The current persistence model is good for owner/user-owned run labeling on the privileged Behavioral Observatory surface. It is not yet sufficient for a future workflow where:
an evaluator reviews an owner/admin run
That future workflow requires policy and product changes so the reviewer can read/write the correct row without pretending to own the run. Do not claim this is already implemented.

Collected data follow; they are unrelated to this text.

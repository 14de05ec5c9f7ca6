//! One `.vtu` per mode with E, H and the heating density on the mesh, and a `.pvd`
//! collection listing them.
//!
//! Field scaling. The solver normalises each mode's coefficients to ∫ ε′ |E|² dV = 1 m³
//! (|E|² = |Re E|² + |Im E|², peak phasor amplitudes). At resonance the time-averaged
//! electric and magnetic energies are equal, so the stored energy is
//!
//!   W = W_e + W_m = 2 W_e = 2 · (ε0/4) ∫ ε′ |E|² dV = (ε0/2) ∫ ε′ |E|² dV.
//!
//! Scaling E by α gives W = (ε0/2) α² · 1 m³, so α = √(2/ε0) (in V/m per √J) makes
//! W = 1 J. Every written field is for 1 J of stored energy.
//!
//! Magnetic field. Faraday's law with e^{jωt}: ∇×E = −jωμ0μr H, so
//!
//!   H = ∇×E / (−jωμ0μr) = (j/ω) ∇×E / (μ0μr).
//!
//! With ∇×E = C_r + jC_i and complex ω (Im ω > 0 for a decaying mode),
//! j/ω = j ω̄/|ω|² = (Im ω + j Re ω)/|ω|², hence with a = Im ω/|ω|², b = Re ω/|ω|²:
//!
//!   Re H = (a C_r − b C_i)/(μ0μr),   Im H = (a C_i + b C_r)/(μ0μr).
//!
//! For a real E (C_i = 0) and real ω this is Re H = 0, Im H = C_r/(ωμ0μr): the field
//! 90° out of phase with E written as `H_imag` before complex modes existed.
//!
//! Heating. Absorbed power density q = (ω ε0 ε″ / 2)|E|² (W/m³) with ε″ of the cell's
//! region at the target frequency, at cell centroids; zero in air. With the 1 J scaling
//! the array is in W/m³ per joule of stored energy, hence its name.

use antinode_mesh::vtk::{self, CellBlock, DataArray, VtuPiece};
use antinode_mesh::TetMesh;
use antinode_solver::assembly::RegionMaterial;
use antinode_solver::field;
use antinode_solver::modes::{Mode, ModeSet};
use anyhow::{Context, Result};
use std::path::Path;

use crate::units::{EPS0, MU0};

/// Name of the heating array (cell data).
pub const HEATING: &str = "heating_W_per_m3_per_J";

/// Scale factor from the solver's normalisation to 1 J of stored energy (see module docs).
pub fn energy_scale() -> f64 {
    (2.0 / EPS0).sqrt()
}

/// File name of mode `index` (1-based).
pub fn file_name(index: usize) -> String {
    format!("mode_{index:03}.vtu")
}

/// Writes `mode_NNN.vtu` for every mode and `modes.pvd` (timestep = frequency in GHz).
/// `materials` holds the constants of each region id.
pub fn write_all(
    dir: &Path,
    mesh: &TetMesh,
    set: &ModeSet,
    materials: &[RegionMaterial],
) -> Result<()> {
    let mut entries = Vec::with_capacity(set.modes.len());
    for (i, mode) in set.modes.iter().enumerate() {
        let name = file_name(i + 1);
        write_one(&dir.join(&name), mesh, set, mode, materials)?;
        entries.push((mode.frequency_hz * 1e-9, name));
    }
    let pvd = dir.join("modes.pvd");
    vtk::write_pvd(&pvd, &entries)
        .with_context(|| format!("writing the mode collection {}", pvd.display()))?;
    Ok(())
}

fn scaled(v: [f64; 3], s: f64) -> [f64; 3] {
    v.map(|x| x * s)
}

fn norm2(v: [f64; 3]) -> f64 {
    v[0] * v[0] + v[1] * v[1] + v[2] * v[2]
}

fn write_one(
    path: &Path,
    mesh: &TetMesh,
    set: &ModeSet,
    mode: &Mode,
    materials: &[RegionMaterial],
) -> Result<()> {
    let topo = &set.disc.topology;
    let dofs = &set.disc.dofs;
    let alpha = energy_scale();
    let two_pi = 2.0 * std::f64::consts::PI;
    let (w_re, w_im) = (two_pi * mode.frequency_hz, two_pi * mode.frequency_imag_hz);
    let w2 = w_re * w_re + w_im * w_im;
    let (a, b) = (w_im / w2, w_re / w2);
    let complex = !mode.coefficients_imag.is_empty();

    // Point data: E (volume-weighted vertex averages).
    let nodes_re = field::node_values(mesh, topo, dofs, &mode.coefficients);
    let e_real: Vec<[f64; 3]> = nodes_re.iter().map(|(e, _)| scaled(*e, alpha)).collect();
    let e_imag: Vec<[f64; 3]> = if complex {
        field::node_values(mesh, topo, dofs, &mode.coefficients_imag)
            .iter()
            .map(|(e, _)| scaled(*e, alpha))
            .collect()
    } else {
        Vec::new()
    };
    let e_mag: Vec<f64> = (0..e_real.len())
        .map(|i| (norm2(e_real[i]) + e_imag.get(i).map_or(0.0, |e| norm2(*e))).sqrt())
        .collect();

    // Cell data at centroids: H from curl E, heating from |E|².
    let cells_re = field::cell_values(mesh, topo, dofs, &mode.coefficients);
    let cells_im = if complex {
        field::cell_values(mesh, topo, dofs, &mode.coefficients_imag)
    } else {
        Vec::new()
    };
    let zero = ([0.0; 3], [0.0; 3]);
    let n_cells = cells_re.len();
    let mut h_real = Vec::with_capacity(n_cells);
    let mut h_imag = Vec::with_capacity(n_cells);
    let mut heating = Vec::with_capacity(n_cells);
    for (t, &(er, cr)) in cells_re.iter().enumerate() {
        let region = mesh.tet_region[t] as usize;
        let mat = materials
            .get(region)
            .copied()
            .unwrap_or(RegionMaterial::VACUUM);
        let (ei, ci) = cells_im.get(t).copied().unwrap_or(zero);
        let s = alpha / (MU0 * mat.mu_r);
        h_real.push([0, 1, 2].map(|k| (a * cr[k] - b * ci[k]) * s));
        h_imag.push([0, 1, 2].map(|k| (a * ci[k] + b * cr[k]) * s));
        let e2 = alpha * alpha * (norm2(er) + norm2(ei));
        heating.push(0.5 * w_re * EPS0 * mat.eps_imag * e2);
    }

    let mut point_data = vec![DataArray::Vectors {
        name: "E_real",
        values: &e_real,
    }];
    if complex {
        point_data.push(DataArray::Vectors {
            name: "E_imag",
            values: &e_imag,
        });
    }
    point_data.push(DataArray::Scalars {
        name: "E_magnitude",
        values: &e_mag,
    });
    vtk::write_vtu(
        path,
        &VtuPiece {
            points: &mesh.nodes,
            cells: CellBlock::Tets(&mesh.tets),
            point_data,
            cell_data: vec![
                DataArray::UInts {
                    name: "region",
                    values: &mesh.tet_region,
                },
                DataArray::Vectors {
                    name: "H_real",
                    values: &h_real,
                },
                DataArray::Vectors {
                    name: "H_imag",
                    values: &h_imag,
                },
                DataArray::Scalars {
                    name: HEATING,
                    values: &heating,
                },
            ],
        },
    )
    .with_context(|| format!("writing mode field {}", path.display()))
}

Saved / unsaved / error states

The UI should preserve these truth states:
  • derived: suggested from existing run/review context, not saved
  • unsaved: reviewer changed values but did not save
  • saving: save is in progress
  • saved: Supabase confirmed the label
  • error: save/load failed
Only saved should be treated as persisted Behavioral Observatory label data.

SQL workflow

Canonical migrations live in:
supabase/migrations
Human copy/paste SQL helpers live in:
scripts/sql
scripts/sql exists so an operator can open SQL in Finder/CotEditor and copy/paste into the Supabase SQL Editor. scripts/sql is not proof that a migration was applied. After applying SQL, run the matching verify SQL and confirm the live schema, policies, and counts.

Current helper files

Apply helper:
scripts/sql/20260603_apply_eval_behavioral_labels.sql
Verify helper:
scripts/sql/20260603_verify_eval_behavioral_labels.sql
Canonical migration:
supabase/migrations/20260603000000_eval_behavioral_labels.sql

Future support

Future evaluator workflows may require:
  • owner/admin assignment records
  • evaluator-to-owner review grants
  • RLS policies that allow assigned reviewers to label owner runs
  • clearer reviewer/owner separation in UI copy
  • audit views for who saved which Behavioral Observatory label
Treat these as future/deferred until implemented and verified.